[Activity]
Please count the lines in the records below that include the word "border" and report only the total.

Collected data
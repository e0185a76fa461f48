package synth

import "sync"

// progressCounter returns a function that adds to the work done and reports it, one
// call at a time.
func progressCounter(total int, report func(done, total int)) func(n int) {
	if report == nil {
		return func(int) {}
	}
	var mu sync.Mutex
	done := 0
	return func(n int) {
		mu.Lock()
		defer mu.Unlock()
		done += n
		report(done, total)
	}
}
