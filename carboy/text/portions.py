"""What stands on a label, as a Portion: ``4 L of (10-50 g/L copper sulfate + 0.5 M sulfuric acid in water)``.

::

    portion   = amount ["of"] ( solution | item ) [", pH" figures]
    solution  = "(" item { "+" item } ")" ["in" solvent]
    item      = { strength | "aqueous" | form } name { form | "solution" | strength } ["in" solvent]
    strength  = figures unit | "concentrated" | "dilute" | "saturated" | "trace of" | "unknown strength"
    name      = any name or formula known to the graph | "CAS" number | "SMILES" string | "unknown" words

Read by hand and not by a grammar, because a name may hold digits, commas, parentheses and plus signs, so that the
longest run of words that is known as a name wins over every other reading. What cannot be placed is an error at its
place; what reads like a name but is not known is carried on as ``unrecognised``.

``in`` followed by a strength names a second ingredient in water (``0.02 M mercury(II) nitrate in 0.4 M nitric acid``).
An item of a solution with no strength of its own, and a substance called a solution without one, have the strength
``unknown``.
"""

from __future__ import annotations

import math
import re
from collections.abc import Sequence
from typing import Literal, NoReturn, Protocol

from msgspec import Struct

from carboy.errors import InputError
from carboy.model.plan import Ingredient, Interval, Portion, Strength, StrengthUnit
from carboy.text.figures import read_number
from carboy.text.passages import Passage, closest, passage_of
from carboy.text.quantities import (
    UNKNOWN,
    begins_quantity,
    read_pH,
    read_quantity,
    read_strength,
)
from carboy.text.units import read_strength_unit, read_unit, refuse_unit, unit_word


class NameMatch(Protocol):
    """What a name was found to mean.

    ``kind`` is "substance", "material", "salt" (of known ions; ``id`` is their sum) or another; ``extra_water`` the water of
    crystallisation beyond that of the
    thing (mol per mol); ``dropped`` the words that were passed over to find it ("powder", "solution").
    """

    @property
    def kind(self) -> str: ...

    @property
    def id(self) -> str: ...

    @property
    def extra_water(self) -> float: ...

    @property
    def dropped(self) -> tuple[str, ...]: ...


class NameLookup(Protocol):
    """The names that the graph knows."""

    def resolve(self, text: str) -> NameMatch:
        """The thing of this name, formula or CAS number; of another kind than substance, material and salt if there is
        none.
        """

    def suggest(self, text: str, n: int = 3) -> Sequence[str]:
        """Known names like ``text``, best first."""

    def container(self, text: str) -> str | None:
        """Id of a container material."""

    def report_keys(self, text: str) -> tuple[str, ...]:
        """Keys of the report that an element, ion or class covers."""

    def chemical_class(self, text: str) -> str | None:
        """Key of a chemical class; None if there is none of this name."""

    def published_limits(self, text: str) -> dict[str, dict[str, float]]:
        """Kind of limit -> mg/L by report key, of the published limits that ``text`` names; {} if none."""

    def no_longer_seen(self) -> float:
        """mol/L below which test papers and strips no longer show a thing."""


AMOUNT_DIMENSIONS = ("volume", "mass", "amount")
_MOST_OF: dict[str, float] = {"L": 1e5, "g": 1e8, "mol": 1e7}
_LONGEST = 2000  # characters; a label is shorter
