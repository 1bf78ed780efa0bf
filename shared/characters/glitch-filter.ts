import type { LevelTrace } from '../line/level-trace';
import { UNKNOWN } from '../line/level-trace';
import type { Glitch } from './character-table';

/** A trace without its shortest pulses, the way back to the edges of the original, and the pulses taken out. */
export interface FilteredTrace {
  readonly trace: LevelTrace;
  /** Index of each kept edge in the original trace; null where nothing was taken out. */
  readonly originalEdge: Int32Array | null;
  readonly glitches: readonly Glitch[];
}

/** More reports than this help nobody; the pulses are still taken out. */
const MOST_REPORTS = 10_000;

/** Takes out pulses shorter than `shortestTicks` between known levels, from left to right. */
export function removeGlitches(trace: LevelTrace, shortestTicks: number): FilteredTrace {
  const { ticks, levels } = trace;
  let hasShort = false;
  for (let i = 1; i < ticks.length && !hasShort; i++) hasShort = ticks[i] - ticks[i - 1] < shortestTicks;
  if (!hasShort) return { trace, originalEdge: null, glitches: [] };

  const kept = new Int32Array(ticks.length);
  const glitches: Glitch[] = [];
  let count = 0;
  const levelBefore = (position: number): number =>
    position === 0 ? trace.initialLevel : levels[kept[position - 1]];
  for (let i = 0; i < ticks.length; i++) {
    if (count > 0) {
      const previous = kept[count - 1];
      const isShort = ticks[i] - ticks[previous] < shortestTicks;
      if (
        isShort &&
        levels[previous] !== UNKNOWN &&
        levelBefore(count - 1) === levels[i] &&
        levels[i] !== UNKNOWN
      ) {
        if (glitches.length < MOST_REPORTS)
          glitches.push({ startTicks: ticks[previous], endTicks: ticks[i] });
        count -= 1;
        continue;
      }
    }
    if (levels[i] === levelBefore(count)) continue;
    kept[count] = i;
    count += 1;
  }
  const outTicks = new Float64Array(count);
  const outLevels = new Uint8Array(count);
  for (let i = 0; i < count; i++) {
    outTicks[i] = ticks[kept[i]];
    outLevels[i] = levels[kept[i]];
  }
  return {
    trace: { initialLevel: trace.initialLevel, ticks: outTicks, levels: outLevels, endTicks: trace.endTicks },
    originalEdge: kept.slice(0, count),
    glitches,
  };
}
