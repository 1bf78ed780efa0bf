import type { LevelTrace } from '../line/level-trace';
import type { CharacterTable } from './character-table';

/**
 * The mean element of the transmitter, in ticks: least squares through the start transitions, T = Σ n·(t − t₀) ÷ Σ n². Only
 * undamaged characters with a seen start edge count. null where no transition tells.
 * Source: protocol-facts 2.2, mean UI estimate.
 */
export function measureBitTicks(
  line: LevelTrace,
  characters: CharacterTable,
  bitTicks: number,
  bitsAfterStart: number,
): number | null {
  const { ticks } = line;
  let numerator = 0;
  let denominator = 0;
  for (let c = 0; c < characters.count; c++) {
    const edge = characters.startEdge[c];
    if (edge < 0 || characters.errors[c] !== 0) continue;
    const start = ticks[edge];
    for (let i = edge + 1; i < ticks.length; i++) {
      const elapsed = ticks[i] - start;
      const n = Math.round(elapsed / bitTicks);
      if (n > bitsAfterStart + 1) break;
      if (n < 1 || Math.abs(elapsed / bitTicks - n) > 0.35) continue;
      numerator += n * elapsed;
      denominator += n * n;
    }
  }
  return denominator === 0 ? null : numerator / denominator;
}
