import type { CharacterTable } from './character-table';

/** Characters that must follow one another closely before their stop elements tell. Source: rules.md 4. */
const LEAST_CHARACTERS = 20;
/** So few are enough where every one has the same two elements (house). */
const FEW_PAIRS = 6;

/**
 * 2 where the smallest stop length over back-to-back characters is two elements, else 1.
 * @param bitsAfterStart data and parity elements
 */
export function findStopBits(characters: CharacterTable, bitTicks: number, bitsAfterStart: number): 1 | 2 {
  const { startTicks, errors, count } = characters;
  let pairs = 0;
  let shortest = Infinity;
  let longest = 0;
  for (let i = 1; i < count; i++) {
    if (errors[i] !== 0 || errors[i - 1] !== 0) continue;
    const stop = (startTicks[i] - startTicks[i - 1]) / bitTicks - 1 - bitsAfterStart;
    if (stop > 3.5) continue;
    pairs += 1;
    shortest = Math.min(shortest, stop);
    longest = Math.max(longest, stop);
  }
  const isEnough = pairs + 1 >= LEAST_CHARACTERS || (pairs >= FEW_PAIRS && longest < 2.2);
  return isEnough && shortest >= 1.85 ? 2 : 1;
}
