/** How characters stand on the line. */
export interface Framing {
  /** Measured rate, bit/s. */
  readonly bitRate: number;
  /** The standard rate meant, bit/s. */
  readonly nominalBitRate: number;
  readonly dataBits: 7 | 8;
  readonly parity: Parity;
  readonly stopBits: 1 | 2;
}

export type Parity = 'none' | 'odd' | 'even' | 'mark';

/** Data bits plus a parity bit, if any. */
export function bitsAfterStart(framing: Pick<Framing, 'dataBits' | 'parity'>): number {
  return framing.dataBits + (framing.parity === 'none' ? 0 : 1);
}

/** Elements in a whole character: start, data, parity, stop. */
export function elementsPerCharacter(framing: Pick<Framing, 'dataBits' | 'parity' | 'stopBits'>): number {
  return 1 + bitsAfterStart(framing) + framing.stopBits;
}

/** `7N1` and the like. */
export function framingName(framing: Pick<Framing, 'dataBits' | 'parity' | 'stopBits'>): string {
  const letter = { none: 'N', odd: 'O', even: 'E', mark: 'M' }[framing.parity];
  return `${framing.dataBits}${letter}${framing.stopBits}`;
}
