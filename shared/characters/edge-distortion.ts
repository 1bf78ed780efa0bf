import type { LevelTrace } from '../line/level-trace';
import type { CharacterTable } from './character-table';

/**
 * Calls `visit` for each transition inside undamaged characters, in order of time, with the element border n it belongs to
 * (1 … elements before the stop) and the time since the start transition, in ticks. The start transition is the reference and is
 * not visited. Source: protocol-facts 2.2 (terms of ITU-T R.140, from memory).
 * @param bitTicks one element at the measured rate
 * @param bitsAfterStart data and parity elements
 */
export function visitTransitions(
  line: LevelTrace,
  characters: CharacterTable,
  bitTicks: number,
  bitsAfterStart: number,
  visit: (character: number, n: number, elapsedTicks: number, level: number, edge: number) => void,
): void {
  const { ticks, levels } = line;
  for (let c = 0; c < characters.count; c++) {
    const startEdge = characters.startEdge[c];
    if (startEdge < 0 || characters.errors[c] !== 0) continue;
    const start = ticks[startEdge];
    for (let i = startEdge + 1; i < ticks.length; i++) {
      const elapsed = ticks[i] - start;
      const n = Math.round(elapsed / bitTicks);
      if (n > bitsAfterStart + 1) break;
      // A pair of edges around a short pulse belongs to no border: that is a glitch, told by FRM-4.
      const isGlitch =
        (i + 1 < ticks.length && ticks[i + 1] - ticks[i] < bitTicks / 8) ||
        ticks[i] - ticks[i - 1] < bitTicks / 8;
      if (n >= 1 && !isGlitch) visit(c, n, elapsed, levels[i], i);
    }
  }
}

/** Sums of one stretch of characters for the least-squares estimate of the element. */
export interface RateWindow {
  firstCharacter: number;
  lastCharacter: number;
  characters: number;
  /** Mean element, ticks. */
  bitTicks: number;
  /** Σ (S₂ + S₁²) and Σ S₂ over the characters; S₁ = Σ n, S₂ = Σ n² per character. */
  sumS2S1: number;
  sumS2: number;
}

/**
 * The measured element over successive windows of at least `least` characters; the rest joins the last window. Empty where there
 * are fewer. Source: rules.md 4, FRM-1.
 */
export function measureRateWindows(
  line: LevelTrace,
  characters: CharacterTable,
  bitTicks: number,
  bitsAfterStart: number,
  least: number,
): RateWindow[] {
  const windows: RateWindow[] = [];
  let open = newWindow();
  let numerator = 0;
  let current = -1;
  let s1 = 0;
  const closeCharacter = (): void => {
    open.sumS2S1 += s1 * s1;
    s1 = 0;
  };
  visitTransitions(line, characters, bitTicks, bitsAfterStart, (character, n, elapsed) => {
    if (character !== current) {
      closeCharacter();
      if (open.characters >= least) {
        open.bitTicks = numerator / open.sumS2;
        windows.push(open);
        open = newWindow();
        numerator = 0;
      }
      if (open.characters === 0) open.firstCharacter = character;
      open.characters += 1;
      current = character;
    }
    open.lastCharacter = character;
    numerator += n * elapsed;
    open.sumS2 += n * n;
    open.sumS2S1 += n * n;
    s1 += n;
  });
  closeCharacter();
  if (open.characters >= least) {
    open.bitTicks = numerator / open.sumS2;
    windows.push(open);
  } else if (windows.length > 0 && open.characters > 0) {
    const last = windows[windows.length - 1];
    const joined = last.sumS2 + open.sumS2;
    last.bitTicks = (last.bitTicks * last.sumS2 + numerator) / joined;
    last.sumS2 = joined;
    last.sumS2S1 += open.sumS2S1;
    last.characters += open.characters;
    last.lastCharacter = open.lastCharacter;
  }
  return windows;
}

function newWindow(): RateWindow {
  return { firstCharacter: 0, lastCharacter: 0, characters: 0, bitTicks: 0, sumS2S1: 0, sumS2: 0 };
}

/** Distortion of the transitions of all undamaged characters, in percent of an element. */
export interface DistortionSummary {
  readonly transitions: number;
  readonly characters: number;
  /** Largest late (+) and early (−) displacement; 0 where none. */
  readonly worstLate: number;
  readonly worstEarly: number;
  readonly worstCharacter: number;
  readonly worstEdge: number;
  /** Nearest-rank 99th percentile of the absolute displacement, to a tenth of a percent; undefined below 100 transitions. */
  readonly p99: number | undefined;
  /** Mean displacement of the transitions to mark less that of the transitions to space. */
  readonly bias: number | undefined;
}

/** Bins of 0.1 % up to 100 %: exact enough for a percentile and free of a list of all transitions. */
const BINS = 1001;

/** Summarises δ = 100·((t − t₀)/T − n) with T = `unitTicks` (nominal: gross; measured: synchronous). */
export function summariseDistortion(
  line: LevelTrace,
  characters: CharacterTable,
  measuredBitTicks: number,
  unitTicks: number,
  bitsAfterStart: number,
): DistortionSummary {
  const bins = new Float64Array(BINS);
  let transitions = 0;
  let lastCharacter = -1;
  let counted = 0;
  let worstLate = 0;
  let worstEarly = 0;
  let worst = -1;
  let worstCharacter = -1;
  let worstEdge = -1;
  let toMark = 0;
  let toMarkCount = 0;
  let toSpace = 0;
  let toSpaceCount = 0;
  visitTransitions(
    line,
    characters,
    measuredBitTicks,
    bitsAfterStart,
    (character, n, elapsed, level, edge) => {
      const delta = 100 * (elapsed / unitTicks - n);
      const size = Math.abs(delta);
      transitions += 1;
      if (character !== lastCharacter) {
        lastCharacter = character;
        counted += 1;
      }
      bins[Math.min(BINS - 1, Math.ceil(size * 10))] += 1;
      if (delta > worstLate) worstLate = delta;
      if (delta < worstEarly) worstEarly = delta;
      if (size > worst) {
        worst = size;
        worstCharacter = character;
        worstEdge = edge;
      }
      if (level === 1) {
        toMark += delta;
        toMarkCount += 1;
      } else {
        toSpace += delta;
        toSpaceCount += 1;
      }
    },
  );
  return {
    transitions,
    characters: counted,
    worstLate,
    worstEarly,
    worstCharacter,
    worstEdge,
    p99: transitions < 100 ? undefined : percentileOfBins(bins, transitions, 0.99),
    bias: toMarkCount === 0 || toSpaceCount === 0 ? undefined : toMark / toMarkCount - toSpace / toSpaceCount,
  };
}

function percentileOfBins(bins: Float64Array, total: number, p: number): number {
  const rank = Math.ceil(p * total);
  let seen = 0;
  for (let i = 0; i < bins.length; i++) {
    seen += bins[i];
    if (seen >= rank) return i / 10;
  }
  return (bins.length - 1) / 10;
}
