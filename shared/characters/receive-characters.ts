import type { LevelTrace } from '../line/level-trace';
import { MARK, SPACE, UNKNOWN } from '../line/level-trace';
import type { CharacterTable, Glitch } from './character-table';
import { BREAK_ERROR, FRAMING_ERROR, PARITY_ERROR } from './character-table';
import type { Framing } from './framing';
import { bitsAfterStart, elementsPerCharacter } from './framing';
import { CharacterBuilder } from './character-builder';
import { removeGlitches } from './glitch-filter';

/** Pulses below this share of a bit are no elements: they are taken out and reported (house). */
export const GLITCH_SHARE = 1 / 8;
/** A start element shorter than this share of a bit is a false start: its middle is already back at mark (start-stop theory). */
const FALSE_START_SHARE = 0.45;
/** How many characters a trial alignment is followed. */
const TRIAL_CHARACTERS = 12;
/** How many start edges are tried when the alignment was lost. */
const TRIAL_EDGES = 12;

export interface ReceivedCharacters {
  readonly characters: CharacterTable;
  readonly glitches: readonly Glitch[];
}

/** What one attempt to read a character came to. */
interface Attempt {
  /** `false-start`: no start element; `unknown`: the level is not known somewhere inside. */
  outcome: 'character' | 'false-start' | 'unknown';
  value: number;
  errors: number;
  endTicks: number;
  /** Edge index to go on from: everything before it is used up. */
  nextEdge: number;
}

/**
 * Reads start-stop characters from a line. Each element is decided by the level that prevails in its middle half, counted from
 * the character's own start edge. Nothing is read across unknown levels. Where the alignment is lost (begin of the record inside
 * a character, a gap, a damaged stop element) the start edge is taken that leads to the fewest damaged characters until the line
 * rests. Never throws.
 * @param bitTicks length of one element, in ticks; must be > 0
 */
export function receiveCharacters(
  line: LevelTrace,
  bitTicks: number,
  framing: Pick<Framing, 'dataBits' | 'parity' | 'stopBits'>,
): ReceivedCharacters {
  const filtered = removeGlitches(line, bitTicks * GLITCH_SHARE);
  const receiver = new Receiver(filtered.trace, bitTicks, framing);
  const characters = receiver.run(filtered.originalEdge);
  return { characters, glitches: mergeGlitches(filtered.glitches, receiver.falseStarts) };
}

function mergeGlitches(a: readonly Glitch[], b: readonly Glitch[]): Glitch[] {
  return [...a, ...b].sort((x, y) => x.startTicks - y.startTicks);
}

class Receiver {
  readonly falseStarts: Glitch[] = [];
  private readonly ticks: Float64Array;
  private readonly levels: Uint8Array;
  private readonly bitCount: number;
  private readonly dataMask: number;
  private readonly characterTicks: number;
  private readonly attempt: Attempt = { outcome: 'unknown', value: 0, errors: 0, endTicks: 0, nextEdge: 0 };

  constructor(
    private readonly line: LevelTrace,
    private readonly bit: number,
    private readonly framing: Pick<Framing, 'dataBits' | 'parity' | 'stopBits'>,
  ) {
    this.ticks = line.ticks;
    this.levels = line.levels;
    this.bitCount = bitsAfterStart(framing);
    this.dataMask = (1 << framing.dataBits) - 1;
    // Two stop elements are looked at as one: the second only lengthens the pause.
    this.characterTicks = (elementsPerCharacter(framing) - framing.stopBits + 1) * bit;
  }

  run(originalEdge: Int32Array | null): CharacterTable {
    const builder = new CharacterBuilder(Math.max(16, this.ticks.length >> 2));
    const { attempt } = this;
    let edge = 0;
    // The begin of the record may lie inside a character, as may the end of a gap.
    let isAligned = false;
    while ((edge = this.nextStart(edge)) < this.ticks.length) {
      if (!isAligned) {
        if (!this.restsBefore(edge)) edge = this.bestStart(edge);
        isAligned = true;
      }
      const start = this.ticks[edge];
      this.read(start, edge);
      if (attempt.outcome === 'false-start') {
        this.reportFalseStart(edge);
        edge += 1;
        continue;
      }
      if (attempt.outcome === 'unknown') {
        edge = Math.max(edge + 1, attempt.nextEdge);
        isAligned = false;
        continue;
      }
      builder.add(start, attempt.endTicks, attempt.value, attempt.errors, original(originalEdge, edge));
      if ((attempt.errors & FRAMING_ERROR) === 0) {
        edge = attempt.nextEdge;
        continue;
      }
      edge = this.resume(builder, start);
    }
    return builder.finish();
  }

  /**
   * After a damaged stop element. The next start element may hide in the space (no edge marks it) or begin at a later edge; the
   * reading with fewer damaged characters wins, the hidden one of equals, since characters mostly follow one another.
   * Returns the edge to go on from.
   */
  private resume(builder: CharacterBuilder, damagedStart: number): number {
    const { attempt } = this;
    let next = attempt.nextEdge;
    let start = damagedStart;
    for (;;) {
      const hidden = start + this.characterTicks;
      const byHidden = this.prevails(hidden, next) === SPACE ? this.trialErrors(hidden, next) : Infinity;
      const edge = this.nextStart(next);
      const byEdge = edge < this.ticks.length ? this.trialErrors(this.ticks[edge], edge) : Infinity;
      if (byHidden === Infinity || (byHidden > 0 && byEdge <= byHidden)) {
        return edge < this.ticks.length && byEdge > 0 ? this.bestStart(edge) : edge;
      }
      this.read(hidden, next);
      if (attempt.outcome !== 'character') return next;
      // Nothing but space: the line is simply held there, no character hides in it.
      if (attempt.value === 0 && (attempt.errors & FRAMING_ERROR) !== 0) return this.nextStart(next);
      builder.add(hidden, attempt.endTicks, attempt.value, attempt.errors, -1);
      next = Math.max(next, attempt.nextEdge);
      if ((attempt.errors & FRAMING_ERROR) === 0) return next;
      start = hidden;
    }
  }

  /** First edge from mark to space at or after `edge`. */
  private nextStart(edge: number): number {
    let i = edge;
    while (i < this.ticks.length && !(this.levels[i] === SPACE && this.levelBefore(i) === MARK)) i += 1;
    return i;
  }

  private levelBefore(edge: number): number {
    return edge === 0 ? this.line.initialLevel : this.levels[edge - 1];
  }

  /** Whether the line was at mark for a whole character before the edge, so that it can only be a start. */
  private restsBefore(edge: number): boolean {
    const since = edge === 0 ? 0 : this.ticks[edge - 1];
    return this.ticks[edge] - since >= this.characterTicks;
  }

  /** The start edge, from `edge` on, that gives the fewest damaged characters until the line rests; the earliest of equals. */
  private bestStart(edge: number): number {
    let best = edge;
    let fewest = Infinity;
    let candidate = edge;
    for (let i = 0; i < TRIAL_EDGES && candidate < this.ticks.length && fewest > 0; i++) {
      if (i > 0 && this.restsBefore(candidate) && fewest < Infinity) {
        // Beyond a rest the alignment is no question any more.
        break;
      }
      const errors = this.trialErrors(this.ticks[candidate], candidate);
      if (errors < fewest) {
        fewest = errors;
        best = candidate;
      }
      candidate = this.nextStart(candidate + 1);
    }
    return best;
  }

  /** Damaged characters met when reading on from a start, until the line rests for half a character or more. */
  private trialErrors(start: number, edge: number): number {
    const { attempt } = this;
    let errors = 0;
    let at = start;
    let from = edge;
    for (let i = 0; i < TRIAL_CHARACTERS; i++) {
      this.read(at, from);
      if (attempt.outcome === 'unknown') return errors;
      if (attempt.outcome === 'false-start') errors += 1;
      else if ((attempt.errors & (FRAMING_ERROR | BREAK_ERROR)) !== 0) errors += 1;
      else if ((attempt.errors & PARITY_ERROR) !== 0) errors += 0.5;
      const end = attempt.outcome === 'false-start' ? at : attempt.endTicks;
      from = this.nextStart(attempt.outcome === 'false-start' ? from + 1 : attempt.nextEdge);
      if (from >= this.ticks.length || this.ticks[from] - end > this.characterTicks / 2) return errors;
      at = this.ticks[from];
    }
    return errors;
  }

  /** Level that prevails in the middle half of the element that begins at `from`; `hint`: an edge index at or before it. */
  private prevails(from: number, hint: number): number {
    const begin = from + this.bit * 0.25;
    const end = from + this.bit * 0.75;
    let i = Math.max(0, hint);
    while (i < this.ticks.length && this.ticks[i] <= begin) i += 1;
    let level = this.levelBefore(i);
    if (i >= this.ticks.length || this.ticks[i] >= end) return level;
    let markTicks = 0;
    let at = begin;
    for (;;) {
      if (level === UNKNOWN) return UNKNOWN;
      const until = i < this.ticks.length && this.ticks[i] < end ? this.ticks[i] : end;
      if (level === MARK) markTicks += until - at;
      if (until === end) break;
      at = until;
      level = this.levels[i];
      i += 1;
    }
    return markTicks * 2 > end - begin ? MARK : SPACE;
  }

  /** Reads one character whose start element begins at `start`; leaves the result in `attempt` to spare an object per character. */
  private read(start: number, edge: number): void {
    const { attempt, bit, ticks } = this;
    let i = edge;
    attempt.errors = 0;
    if (i < ticks.length && ticks[i] === start && i + 1 < ticks.length && this.isFalseStart(i)) {
      attempt.outcome = 'false-start';
      attempt.nextEdge = edge + 1;
      return;
    }
    const startLevel = this.prevails(start, i);
    if (startLevel !== SPACE) {
      attempt.outcome = startLevel === UNKNOWN ? 'unknown' : 'false-start';
      attempt.nextEdge = edge + 1;
      return;
    }
    let word = 0;
    let hasUnknown = false;
    for (let n = 1; n <= this.bitCount; n++) {
      const at = start + n * bit;
      while (i < ticks.length && ticks[i] <= at) i += 1;
      const level = this.prevails(at, i);
      if (level === MARK) word |= 1 << (n - 1);
      else if (level === UNKNOWN) hasUnknown = true;
    }
    const stopAt = start + (this.bitCount + 1) * bit;
    while (i < ticks.length && ticks[i] <= stopAt) i += 1;
    const stop = this.prevails(stopAt, i);
    const stopMiddle = stopAt + bit / 2;
    let next = i;
    while (next < ticks.length && ticks[next] <= stopMiddle) next += 1;
    if (hasUnknown || stop === UNKNOWN || this.hasUnknownWithin(edge, start, stopMiddle)) {
      attempt.outcome = 'unknown';
      attempt.nextEdge = next;
      return;
    }
    if (stopMiddle > this.line.endTicks) {
      // The record ends inside the character: it was never whole.
      attempt.outcome = 'unknown';
      attempt.nextEdge = ticks.length;
      return;
    }
    attempt.outcome = 'character';
    attempt.value = word & this.dataMask;
    attempt.endTicks = start + this.characterTicks;
    attempt.nextEdge = next;
    if (stop === SPACE) this.judgeDamagedStop(word, start, edge, next);
    else if (this.hasParityError(word)) attempt.errors = PARITY_ERROR;
  }

  /** A stop element at space: a break where the line stays at space beyond the whole character, else a framing error. */
  private judgeDamagedStop(word: number, start: number, edge: number, next: number): void {
    const { attempt, ticks } = this;
    const back = edge + 1;
    const backAt = back < ticks.length ? ticks[back] : this.line.endTicks;
    const isAllSpace = word === 0 && (edge >= ticks.length || ticks[edge] <= start);
    if (isAllSpace && backAt - start > this.characterTicks + this.bit / 4) {
      attempt.errors = BREAK_ERROR;
      attempt.endTicks = backAt;
      attempt.nextEdge = Math.max(next, back);
      return;
    }
    attempt.errors = FRAMING_ERROR | (this.hasParityError(word) ? PARITY_ERROR : 0);
  }

  private isFalseStart(edge: number): boolean {
    const { ticks, bit } = this;
    const width = ticks[edge + 1] - ticks[edge];
    if (width >= bit * FALSE_START_SHARE) return false;
    if (this.levels[edge + 1] !== MARK) return false;
    // A start element with a short dent: the line is back at space soon and for longer than the dent.
    const back = edge + 2 < ticks.length ? ticks[edge + 2] - ticks[edge + 1] : Infinity;
    return !(back < bit * 0.2 && width > back);
  }

  private hasUnknownWithin(edge: number, start: number, end: number): boolean {
    for (let i = edge; i < this.ticks.length && this.ticks[i] < end; i++) {
      if (this.levels[i] === UNKNOWN && this.ticks[i] >= start) return true;
    }
    return false;
  }

  private hasParityError(word: number): boolean {
    const { parity } = this.framing;
    if (parity === 'none') return false;
    let ones = 0;
    for (let bits = word; bits !== 0; bits &= bits - 1) ones += 1;
    if (parity === 'odd') return (ones & 1) === 0;
    if (parity === 'even') return (ones & 1) === 1;
    return word >> this.framing.dataBits !== 1;
  }

  private reportFalseStart(edge: number): void {
    if (this.falseStarts.length >= 10_000) return;
    const end = edge + 1 < this.ticks.length ? this.ticks[edge + 1] : this.line.endTicks;
    this.falseStarts.push({ startTicks: this.ticks[edge], endTicks: end });
  }
}

function original(map: Int32Array | null, edge: number): number {
  return map === null ? edge : map[edge];
}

[Solution for this exercise]
2